## Stored data entries
******************************

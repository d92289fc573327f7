import "server-only";
import { and, eq, isNotNull, isNull, ne } from "drizzle-orm";
import { db } from "@/db";
import type Stripe from "stripe";
import { countCheckouts, listLiveCheckouts } from "@/db/queries/payments";
import { estimateRevisions, jobs, paymentEvents, payments, radioSets, refunds, user } from "@/db/schema";
import type { JobState } from "@/lib/engine/jobs/states";
import { transaction, type TxContext } from "@/db/transaction";
import { audit } from "@/lib/server/audit";
import { env } from "@/lib/server/env";
import { AppError } from "@/lib/server/errors";
import { jobNumber } from "@/lib/engine/jobs/states";
import { queueEmail } from "@/lib/server/mail";
import { stripe } from "@/lib/server/payments";
import { loadJobAccount, settleIfNothingOwed } from "@/lib/server/services/account";
import { applyRefundEvent } from "@/lib/server/services/refunds";
import { notifyStaff } from "@/lib/server/services/notifications";
import { issueReceipt } from "@/lib/server/services/document-numbers";
import { transitionJob } from "@/lib/server/services/jobs";
import { moneyText } from "@/lib/validation/estimate";
import { formatDate } from "@/lib/engine/dates";
import { readShopTimeZone } from "@/lib/server/services/shop";

export type PaymentPurpose = "deposit" | "balance";
type PaymentRow = typeof payments.$inferSelect;
type PaymentStatus = PaymentRow["status"];

// Which job state a payment of each purpose is asked in, and where the job goes once the money is in.
const SETTLES: Record<PaymentPurpose, { from: JobState; to: JobState }> = {
  deposit: { from: "approved", to: "deposit_paid" },
  balance: { from: "balance_due", to: "paid_in_full" },
};

const UNAVAILABLE =
  "The payment service did not answer. Nothing was charged and nothing changed on your job; please try again in a minute.";

function exponentOf(revision: { pricing: Record<string, unknown> }): number {
  const e = revision.pricing.exponent;
  return typeof e === "number" && Number.isInteger(e) ? e : 2;
}
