pub fn travel(study: &Study, members: &[Member], rows: &[Result_]) -> Vec<Trip> {
    let Some(t) = &study.travel else {
        return Vec::new();
    };
    let w = &study.windows[t.window];
    let mut distance: BTreeMap<u64, f64> = BTreeMap::new();
    for r in rows {
        if r.distance_km.is_finite() {
            distance
                .entry(r.patient)
                .or_insert(f64::from(r.distance_km));
        }
    }
    members
        .iter()
        .filter_map(|m| {
            let d = *distance.get(&m.patient)?;
            let round_trip_miles = 2.0 * d * t.circuity / KM_PER_MILE;
            let tests = m
                .event_days
                .iter()
                .filter(|&&x| x >= w.from_day && x < w.to_day)
                .count() as f64
                / w.years();
            let trips_saved = (tests - t.scenario_tests_per_year).max(0.0);
            let miles_saved = trips_saved * round_trip_miles;
            Some(Trip {
                patient: m.patient,
                distance_km: d,
                round_trip_miles,
                tests_per_year: tests,
                trips_saved,
                miles_saved,
                kg_co2e_saved: miles_saved * t.kg_co2e_per_mile,
            })
        })
        .collect()
}
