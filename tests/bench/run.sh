#!/usr/bin/env bash
# The whole benchmark suite (issue 11): builds tepid in Release in its own build directory and
# runs every benchmark, then the side-by-side comparison with a general-purpose reference solver
# (SciPy's solve_ivp BDF and a fixed-step explicit Euler, tests/bench/reference.py) on the same
# raw network files. Results: tests/bench/results/*.csv (machine-readable, gitignored), the
# scaling figure results/scaling.png, and Markdown tables on standard output.
#
#   tests/bench/run.sh [--docs]     (--docs also copies the figure to docs/performance-scaling.png)
#
# Environment: RUNS (timed runs per benchmark, median reported; default 5), BUILD (default
# build-bench), RAW_GRIDS (cells per side of the raw grids; default "8 16 32 64": 64 x 64 is the
# largest raw file within tepid's 1 MiB config limit), CONTROL_GRIDS (raw grids with an on-off
# controller; default "16"), BED_GRIDS (bed.grid sizes, default "20 40 80 160"), PYTHON
# (default /usr/bin/python3, Debian's, with python3-numpy, python3-scipy, python3-yaml),
# BENCH_INSTALL=1 (apt-get install what is missing).
#
# Timing: wall time of the whole process, median of RUNS runs, pinned to CPU 0 with taskset
# (the existing single-core benchmarks bench_five_node.sh, bench_guard.sh, bench_fit.sh are
# reused for warmup, guard and fit). Peak memory: one further run under /usr/bin/time -f %M.
# The machine may be shared: the load average is recorded before and after.
set -euo pipefail

here=$(cd "$(dirname "$0")" && pwd)
root=$(cd "$here/../.." && pwd)
BUILD=${BUILD:-$root/build-bench}
RUNS=${RUNS:-5}
RAW_GRIDS=${RAW_GRIDS-8 16 32 64} # an empty list runs none
CONTROL_GRIDS=${CONTROL_GRIDS-16}
BED_GRIDS=${BED_GRIDS-20 40 80 160}
PYTHON=${PYTHON:-/usr/bin/python3}
out=$here/results
work=$out/work
log=$out/run.log
docs=0
[ "${1:-}" = --docs ] && docs=1
rm -rf "$work"
rm -f "$out"/*.csv "$out"/scaling.png "$out"/solvers.txt "$out"/tables.md
mkdir -p "$out" "$work"
: >"$log"
export OPENBLAS_NUM_THREADS=1 OMP_NUM_THREADS=1 MKL_NUM_THREADS=1 # one core for numpy/SciPy

say() { printf '%s\n' "$*" >&2; }
pin=()
if command -v taskset >/dev/null 2>&1; then
  pin=(taskset -c 0)
else
  say "no taskset: runs are not pinned"
fi

# ---- tools ----------------------------------------------------------------------------------
install_pkgs() { # Debian packages, only as root with apt-get
  if [ "$(id -u)" = 0 ] && command -v apt-get >/dev/null 2>&1; then
    say "installing Debian packages: $*"
    apt-get install -y -qq "$@" >>"$log" 2>&1 || say "apt-get install $* failed (see $log)"
  fi
}
if [ ! -x /usr/bin/time ]; then
  say "no /usr/bin/time (Debian package 'time'): installing it for the peak-memory figures"
  install_pkgs time
fi
have_time=0
[ -x /usr/bin/time ] && have_time=1
[ $have_time = 1 ] || say "no /usr/bin/time: peak memory is not measured"
have_python=1
if ! "$PYTHON" -c pass 2>/dev/null; then
  have_python=0
  say "no Python at $PYTHON: the raw grids and the side-by-side comparison are skipped"
fi
missing=()
for m in numpy:python3-numpy scipy:python3-scipy yaml:python3-yaml; do
  "$PYTHON" -c "import ${m%%:*}" 2>/dev/null || missing+=("${m#*:}")
done
if [ ${#missing[@]} -gt 0 ] && [ "${BENCH_INSTALL:-0}" = 1 ]; then
  install_pkgs "${missing[@]}"
  missing=()
  for m in numpy:python3-numpy scipy:python3-scipy yaml:python3-yaml; do
    "$PYTHON" -c "import ${m%%:*}" 2>/dev/null || missing+=("${m#*:}")
  done
fi
have_py=1
if [ $have_python = 0 ]; then
  have_py=0
elif [ ${#missing[@]} -gt 0 ]; then
  have_py=0
  say "missing for the reference solver ($PYTHON): ${missing[*]}"
  say "  install with: apt-get install -y ${missing[*]}   (or run with BENCH_INSTALL=1)"
  say "  the side-by-side comparison is skipped"
fi

# ---- build ----------------------------------------------------------------------------------
say "building tepid (Release) in $BUILD"
cmake -S "$root" -B "$BUILD" -DCMAKE_BUILD_TYPE=Release -DBUILD_TESTING=OFF >>"$log" 2>&1
cmake --build "$BUILD" -j2 --target tepid bench_solvers bench_plot >>"$log" 2>&1
tepid=$BUILD/tepid

# ---- the machine ------------------------------------------------------------------------------
cc=$(sed -n 's/^CMAKE_C_COMPILER:[A-Z]*=//p' "$BUILD/CMakeCache.txt")
sundials=$(sed -n 's/^#define SUNDIALS_VERSION "\(.*\)"/\1/p' \
  /usr/include/sundials/sundials_config.h 2>/dev/null || true)
{
  lscpu_field() { lscpu | sed -n "s/^$1: *//p" | head -1; }
  hv=$(lscpu_field 'Hypervisor vendor')
  echo "cpu,$(lscpu_field 'Model name') (family $(lscpu_field 'CPU family'),"\
    "model $(lscpu_field Model)${hv:+; $hv guest})"
  echo "cores,$(getconf _NPROCESSORS_ONLN)"
  echo "memory_GiB,$(awk '/MemTotal/ { printf "%.1f", $2 / 1048576 }' /proc/meminfo)"
  echo "os,$(sed -n 's/^PRETTY_NAME="\(.*\)"/\1/p' /etc/os-release), kernel $(uname -r)"
  echo "compiler,$("$cc" --version | head -1)"
  echo "build,Release ($(sed -n 's/^CMAKE_C_FLAGS_RELEASE:[A-Z]*=//p' "$BUILD/CMakeCache.txt"))"
  echo "sundials,${sundials:-unknown}"
  if [ $have_py = 1 ]; then
    echo "python,$("$PYTHON" -c 'import sys, numpy, scipy
print("%s, numpy %s, scipy %s" % (sys.version.split()[0], numpy.__version__, scipy.__version__))')"
  fi
  echo "load_before,$(cut -d' ' -f1-3 /proc/loadavg)"
  echo "date,$(date -u +%Y-%m-%dT%H:%MZ)"
} >"$out/machine.csv"

# ---- helpers ----------------------------------------------------------------------------------
bench_csv=$out/benchmarks.csv
echo "benchmark,verb,unknowns,runs,wall_median_s,wall_min_s,wall_max_s,steps,rhs_evals,\
jac_evals,restarts,linear_solver,peak_rss_kB,cpu_s_one_run,note" >"$bench_csv"
row() { local IFS=,; echo "$*" >>"$bench_csv"; }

******************************

## PROBLEM
Once the line that contains "name') (family $(lscpu_field" is found, please give it again exactly, along with each line that comes after it, through the last line of the entries.

## FINAL ANSWER
  echo "cpu,$(lscpu_field 'Model name') (family $(lscpu_field 'CPU family'),"\
    "model $(lscpu_field Model)${hv:+; $hv guest})"
  echo "cores,$(getconf _NPROCESSORS_ONLN)"
  echo "memory_GiB,$(awk '/MemTotal/ { printf "%.1f", $2 / 1048576 }' /proc/meminfo)"
  echo "os,$(sed -n 's/^PRETTY_NAME="\(.*\)"/\1/p' /etc/os-release), kernel $(uname -r)"
  echo "compiler,$("$cc" --version | head -1)"
  echo "build,Release ($(sed -n 's/^CMAKE_C_FLAGS_RELEASE:[A-Z]*=//p' "$BUILD/CMakeCache.txt"))"
  echo "sundials,${sundials:-unknown}"
  if [ $have_py = 1 ]; then
    echo "python,$("$PYTHON" -c 'import sys, numpy, scipy
print("%s, numpy %s, scipy %s" % (sys.version.split()[0], numpy.__version__, scipy.__version__))')"
  fi
  echo "load_before,$(cut -d' ' -f1-3 /proc/loadavg)"
  echo "date,$(date -u +%Y-%m-%dT%H:%MZ)"
} >"$out/machine.csv"

# ---- helpers ----------------------------------------------------------------------------------
bench_csv=$out/benchmarks.csv
echo "benchmark,verb,unknowns,runs,wall_median_s,wall_min_s,wall_max_s,steps,rhs_evals,\
jac_evals,restarts,linear_solver,peak_rss_kB,cpu_s_one_run,note" >"$bench_csv"
row() { local IFS=,; echo "$*" >>"$bench_csv"; }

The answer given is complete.